◆ Supplied material
------------------------------

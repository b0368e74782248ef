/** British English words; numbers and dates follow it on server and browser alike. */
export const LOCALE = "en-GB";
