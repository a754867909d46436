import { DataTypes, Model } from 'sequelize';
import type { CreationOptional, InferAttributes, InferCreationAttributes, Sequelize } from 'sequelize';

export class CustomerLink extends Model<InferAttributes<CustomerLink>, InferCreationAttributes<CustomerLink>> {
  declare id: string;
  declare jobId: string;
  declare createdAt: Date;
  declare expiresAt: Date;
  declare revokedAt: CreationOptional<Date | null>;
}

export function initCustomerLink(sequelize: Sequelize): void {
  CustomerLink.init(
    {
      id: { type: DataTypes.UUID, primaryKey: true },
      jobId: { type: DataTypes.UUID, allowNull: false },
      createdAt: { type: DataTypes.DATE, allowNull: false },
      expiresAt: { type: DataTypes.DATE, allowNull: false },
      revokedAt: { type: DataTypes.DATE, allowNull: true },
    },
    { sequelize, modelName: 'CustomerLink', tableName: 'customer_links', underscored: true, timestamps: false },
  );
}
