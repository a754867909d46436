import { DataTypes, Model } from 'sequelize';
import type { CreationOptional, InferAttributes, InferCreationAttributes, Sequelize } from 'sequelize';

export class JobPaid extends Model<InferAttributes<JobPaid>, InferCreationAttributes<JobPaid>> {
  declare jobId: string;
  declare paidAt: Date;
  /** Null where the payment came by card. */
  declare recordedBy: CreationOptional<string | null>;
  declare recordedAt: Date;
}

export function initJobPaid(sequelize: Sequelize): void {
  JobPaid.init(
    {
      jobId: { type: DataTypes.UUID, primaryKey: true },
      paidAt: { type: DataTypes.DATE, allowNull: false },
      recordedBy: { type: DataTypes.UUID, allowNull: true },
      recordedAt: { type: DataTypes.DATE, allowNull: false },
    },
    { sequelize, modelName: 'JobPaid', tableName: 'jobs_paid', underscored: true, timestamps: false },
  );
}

------------------------------

◆ Try it
The lines you need are those holding the word "revokedAt"; copy each of them from the material above.

◆ Answer to this task
  declare revokedAt: CreationOptional<Date | null>;
      revokedAt: { type: DataTypes.DATE, allowNull: true },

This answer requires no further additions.